Babcock
Two years ago, Babcock International finally persuaded the FTSE classification authorities that it should sit in the “aerospace and defence” sector rather than in “support services”.
Fair enough, given its deep entwinement with the Ministry of Defence and its civil fleet of emergency helicopters. In reality, Babcock was fed up with being bracketed with all the losers in support services: Serco, Capita, G4S, Mitie, Interserve, Kier Group, and, the biggest loser of them all, Carillion.
This week, shares in Babcock fell below £2 for the first time since 2005. The company, which boasts an order book of £17 billion, has seen its stock market value dwindle to a little over £1 billion.
This is a company that was in the FTSE 100 three years ago. It is now at the bottom of the top 300 London-listed stocks. The shares have lost 25 per cent since a trading update last week and have nearly halved in the past two months. The stock was above £6 a year ago.
What is spooking investors is whether— and the irony is not lost — Babcock is heading the way of its old cohort in support services: admissions that onerous contracts haven’t been properly accounted for, the spectre of large writedowns, issues with cash, and the need for a kitchen-sink restructuring and a painfully diluting fundraiser.
In short, the fear is that Babcock is on the trajectory to a multi-year rescue job that the likes of Serco, Capita, G4S, Mitie, Interserve and Kier went through some years ago and from which they are yet to recover — and in the case of Carillion never did.
The back story
Babcock has become as crucial a contractor for the MoD as BAE and Rolls-Royce. It operates the Devonport naval dockyard, maintains and helps build the submarine fleet at Faslane and Barrow-in-Furness, and builds Royal Navy warships at Rosyth.

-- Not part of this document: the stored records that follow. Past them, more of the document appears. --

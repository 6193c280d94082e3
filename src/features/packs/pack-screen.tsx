import { useQuery } from '@tanstack/react-query';
import { useLocalSearchParams } from 'expo-router';
import { useState } from 'react';
import { isApiError } from '../../api/api-error';
import { describeError } from '../../api/describe-error';
import { keptThingsQueries } from '../../api/kept-things-queries';
import { hasRole, useAccount } from '../../session';
import { Screen } from '../../ui';
import { FetchedScreen } from '../../ui/fetched-screen';
import { ReadingOnly } from '../../ui/form/reading-only';
import { PackForm } from './pack-form';

/** A new pack. */
export function NewPackScreen() {
  const account = useAccount();
  const { return: returnTo } = useLocalSearchParams<{ return?: string }>();
  return (
    <Screen title="New pack" back={{ href: `${account.basePath}/packs`, label: 'Packs' }}>
      {hasRole(account, ['engineer']) ? (
        <PackForm opened={null} returnTo={returnTo} onTheirsTaken={() => undefined} />
      ) : (
        <ReadingOnly what="packs" />
      )}
    </Screen>
  );
}

/** One pack; changing it is the same page. */
export function PackScreen() {
  const account = useAccount();
  const { pack: id } = useLocalSearchParams<{ pack: string }>();
  const pack = useQuery(keptThingsQueries(account.id, 'packs').one(id));
  const [timesTaken, setTimesTaken] = useState(0);
  const back = { href: `${account.basePath}/packs`, label: 'Packs' };
  return (
    <FetchedScreen
      title="Pack"
      back={back}
      fetched={pack}
      isMissing={isApiError(pack.error, 'not_found')}
      failure={describeError(pack.error, 'The pack could not be fetched')}
    >
      {(opened) => (
        <Screen title={opened.revision.spec.name} subtitle={`Revision ${opened.revision.number}`} back={back}>
          <PackForm
            key={`${opened.id} ${timesTaken}`}
            opened={opened}
            returnTo={undefined}
            onTheirsTaken={() => setTimesTaken(timesTaken + 1)}
          />
        </Screen>
      )}
    </FetchedScreen>
  );
}
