import { useState } from 'react';
import type { ReactNode } from 'react';
import { View } from 'react-native';
import type { LayoutChangeEvent } from 'react-native';

const WIDTH_BEFORE_MEASURED_PX = 320;
const LEAST_WIDTH_PX = 200;

export interface ChartFrameProps {
  name: string;
  /** What the drawing shows, in one sentence. */
  sentence: string;
  /** Draws at the width the frame was given. */
  children: (width: number) => ReactNode;
  /** Lies over the drawing at the same width: what can be pressed and focused, which an image cannot hold. */
  overlay?: (width: number) => ReactNode;
}

/** One drawing: measures its own width; readers hear its name and its sentence instead of its strokes. */
export function ChartFrame({ name, sentence, children, overlay }: ChartFrameProps) {
  const [width, setWidth] = useState(WIDTH_BEFORE_MEASURED_PX);
  const onLayout = (event: LayoutChangeEvent) => {
    const measured = Math.max(LEAST_WIDTH_PX, Math.floor(event.nativeEvent.layout.width));
    setWidth(measured);
  };
  return (
    <View onLayout={onLayout} style={{ minWidth: 0, width: '100%' }}>
      <View role="img" aria-label={`${name}. ${sentence}`} style={{ overflow: 'hidden' }}>
        {children(width)}
      </View>
      {overlay?.(width)}
    </View>
  );
}
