import { readFileSync } from 'node:fs';
import type { AxeResults } from 'axe-core';
import type { Page } from 'playwright-core';
import { expect } from 'vitest';

const AXE_SOURCE = readFileSync(require.resolve('axe-core/axe.min.js'), 'utf8');
const RULE_SETS = ['wcag2a', 'wcag2aa', 'wcag21a', 'wcag21aa', 'wcag22aa', 'best-practice'];

/** Runs axe on the page as it stands; every violation is told with its elements and axe's remedy. */
export async function expectNoAxeViolations(page: Page): Promise<void> {
  await page.evaluate(AXE_SOURCE);
  const results = await page.evaluate(
    (ruleSets) =>
      (window as unknown as { axe: { run: (options: object) => Promise<AxeResults> } }).axe.run({
        runOnly: { type: 'tag', values: ruleSets },
        resultTypes: ['violations'],
      }),
    RULE_SETS,
  );
  const violations = results.violations.map(
    (one) =>
      `${one.id}: ${one.help}\n${one.nodes.map((node) => `    ${node.html}\n    ${node.failureSummary}`).join('\n')}`,
  );
  expect(violations, `axe at ${page.url()}`).toEqual([]);
}
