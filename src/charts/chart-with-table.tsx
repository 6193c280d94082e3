import type { ReactNode } from 'react';
import { DataTable, Disclosure, Stack } from '../ui';
import type { DataColumn, DataRow } from '../ui';

export interface ChartWithTableProps {
  children: ReactNode;
  table: { caption: string; columns: DataColumn[]; rows: DataRow[] };
  /** What the table is called on the button that opens it. */
  label?: string;
}

/** A chart and the figures behind it. */
export function ChartWithTable({ children, table, label }: ChartWithTableProps) {
  return (
    <Stack gap="x1">
      {children}
      <Disclosure label={label}>
        <DataTable {...table} />
      </Disclosure>
    </Stack>
  );
}
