import { Text as SvgText } from 'react-native-svg';
import { FONTS, SIZES, useTheme } from '../ui';
import type { FontName, Tone } from '../ui';

export interface ChartTextProps {
  x: number;
  /** Base line. */
  y: number;
  children: string;
  anchor?: 'start' | 'middle' | 'end';
  font?: FontName;
  tone?: Tone;
  sizePx?: number;
  /** Degrees about (x, y). */
  turned?: number;
}

/** Words and figures inside a drawing. */
export function ChartText(props: ChartTextProps) {
  const {
    x,
    y,
    children,
    anchor = 'start',
    font = 'mono',
    tone = 'second',
    sizePx = SIZES.label,
    turned,
  } = props;
  const { colors } = useTheme();
  const fill = {
    ink: colors.ink,
    second: colors.inkSecond,
    third: colors.inkThird,
    oxygen: colors.oxygen,
    water: colors.water,
    inverse: colors.sheet,
  }[tone];
  return (
    <SvgText
      x={x}
      y={y}
      fill={fill}
      fontFamily={FONTS[font]}
      fontSize={sizePx}
      textAnchor={anchor}
      transform={turned === undefined ? undefined : `rotate(${turned} ${x} ${y})`}
    >
      {children}
    </SvgText>
  );
}

/** Advance of one figure of the mono face, as a part of its size. */
const MONO_ADVANCE = 0.61;

export function monoWidth(text: string, sizePx: number = SIZES.label): number {
  return text.length * MONO_ADVANCE * sizePx;
}
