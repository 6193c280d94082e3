import type { Page } from 'playwright-core';

export interface AllowedResponse {
  status: number;
  /** Fits the address's path. */
  path: RegExp;
}

/** Asking who is signed in is how the client learns that nobody is. */
const ALWAYS_ALLOWED: readonly AllowedResponse[] = [{ status: 401, path: /^\/api\/session$/ }];

/** Chromium repeats every failed response as a console error without saying which; the response itself is judged. */
const ECHO_OF_RESPONSE = /^Failed to load resource/;

export interface PageFaults {
  /** Lets one kind of refusal pass, for a journey that provokes it. */
  allow: (response: AllowedResponse) => void;
  list: () => readonly string[];
}

/** Collects what must not happen on a page: errors, console errors, failed and refused requests. */
export function collectPageFaults(page: Page): PageFaults {
  const faults: string[] = [];
  const allowed = [...ALWAYS_ALLOWED];

  page.on('pageerror', (error) => faults.push(`error on the page: ${error.stack ?? error.message}`));
  page.on('console', (message) => {
    if (message.type() === 'error' && !ECHO_OF_RESPONSE.test(message.text())) {
      faults.push(`console error: ${message.text()}`);
    }
  });
  page.on('requestfailed', (request) => {
    const reason = request.failure()?.errorText ?? 'unknown';
    // Leaving a page calls off what it still asked for.
    if (reason !== 'net::ERR_ABORTED')
      faults.push(`request failed: ${request.method()} ${request.url()} (${reason})`);
  });
  page.on('response', (response) => {
    const status = response.status();
    const { pathname } = new URL(response.url());
    const isAllowed = allowed.some((one) => one.status === status && one.path.test(pathname));
    if (status >= 400 && !isAllowed)
      faults.push(`answered ${status}: ${response.request().method()} ${pathname}`);
  });

  return { allow: (response) => void allowed.push(response), list: () => faults };
}
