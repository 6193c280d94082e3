import { afterAll, beforeAll } from 'vitest';
import { startProduct, type RunningProduct } from '../../harness/running-product';
import { launchBrowser, type JourneyBrowser } from './browser';

export interface JourneyFile {
  product: () => RunningProduct;
  browser: () => JourneyBrowser;
}

/** One server over one database and one browser for all journeys of a file. */
export function openJourneyFile(): JourneyFile {
  let product: RunningProduct | undefined;
  let browser: JourneyBrowser | undefined;
  beforeAll(async () => {
    product = await startProduct();
    browser = await launchBrowser(product.address);
  });
  afterAll(async () => {
    await browser?.close();
    await product?.stop();
  });
  return {
    product: () => started(product),
    browser: () => started(browser),
  };
}

function started<Part>(part: Part | undefined): Part {
  if (part === undefined) throw new Error('Ask for it inside a test, once the server and the browser run.');
  return part;
}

It undertakes engineering support and flying training for the RAF. Babcock is also the training contractor to the Royal Navy and Royal Marines, although it is to lose this work to Capita, of all people. It also trains engineers and performs maintenance for the Army.
The majority of its £4.8 billion annual income comes from the British taxpayer. It employs 34,000 people.
The present Babcock is the creation of the late Peter Rogers, a larger-than-life deal-maker who was chief executive from 2003 to 2016. He took an engineering company and turned it into a public sector contractor with successive big acquisitions: £350 million for Devonport, £1.3 billion for VT Group — the former Vosper Thornycroft — and £1.6 billion for Avincis, the old Bond helicopters group.
Corporate governance
There has long been an issue of trust, with some investors growing weary of poor communications and unexpected “nasties” buried deep in the accounts.
The blame for that fractious relationship with the City was laid at the door of Mike Turner, a combative former chief executive of BAE, who had been on the Babcock board for 20 years and its chairman for ten before his departure in 2019.
Babcock had been raising governance eyebrows for some time, not least in a 2016 shareholder revolt over Mr Rogers’ payoff on retirement.
After doubt was cast last week by Babcock’s new management on past accounting policies, the spotlight is now shining on how or why PWC has been hiding in plain sight as the company’s auditor for the past 19 years. It is that sort of cosy relationship that became a big issue at Carillion and its 19-year auditor KPMG. It is understood Babcock is due to ditch PWC soon.
The current crisis
David Lockwood was brought in as chief executive in September. His sidekick David Mellors joined Babcock shortly afterwards as finance director. Their last tour of duty was shaking up Cobham, the troubled aerospace group, which was then sold to private equity in 2019. Mr Lockwood immediately launched a strategic review of Babock’s portfolio of peripheral businesses and Mr Mellors has launched an accounting review.
The messages are worrying. There is a “cultural issue” over the company’s relationship with cash. Babcock is too “federated”, that is, its divisions operate in silos. There will be asset and income writedowns.
All this comes on top of the impact of Covid-19, which has brought nine-month profits down by more than a third to £202 million. Net debt is up by nearly a third at £1.2 billion. Ten weeks before the end of its financial year, management confesses it has no idea what the outcome will be.
What happens next?
The downward drift in the share price comes with investors left hanging for at least three months, as the board does not expect to share news on sell-offs, shake-ups and accounting impacts until its full-year results in May.
If Mr Lockwood’s history at Cobham is any guide, the language around Babcock’s previous errors will be blunt and fruity.
Unlike Cobham, Babcock shareholders cannot wait around for a rescue takeover because, as a national security risk, government is unlikely allow a change in ownership. The time for a merger with Serco, much mooted two summers ago, seems to have passed.
The company declined to comment further on its trading update of last week but reported that someone sees value in the shares: the chief executive, finance director and chairwoman Ruth Cairnie spent nearly £180,000 between them today buying shares at a little under £2 each.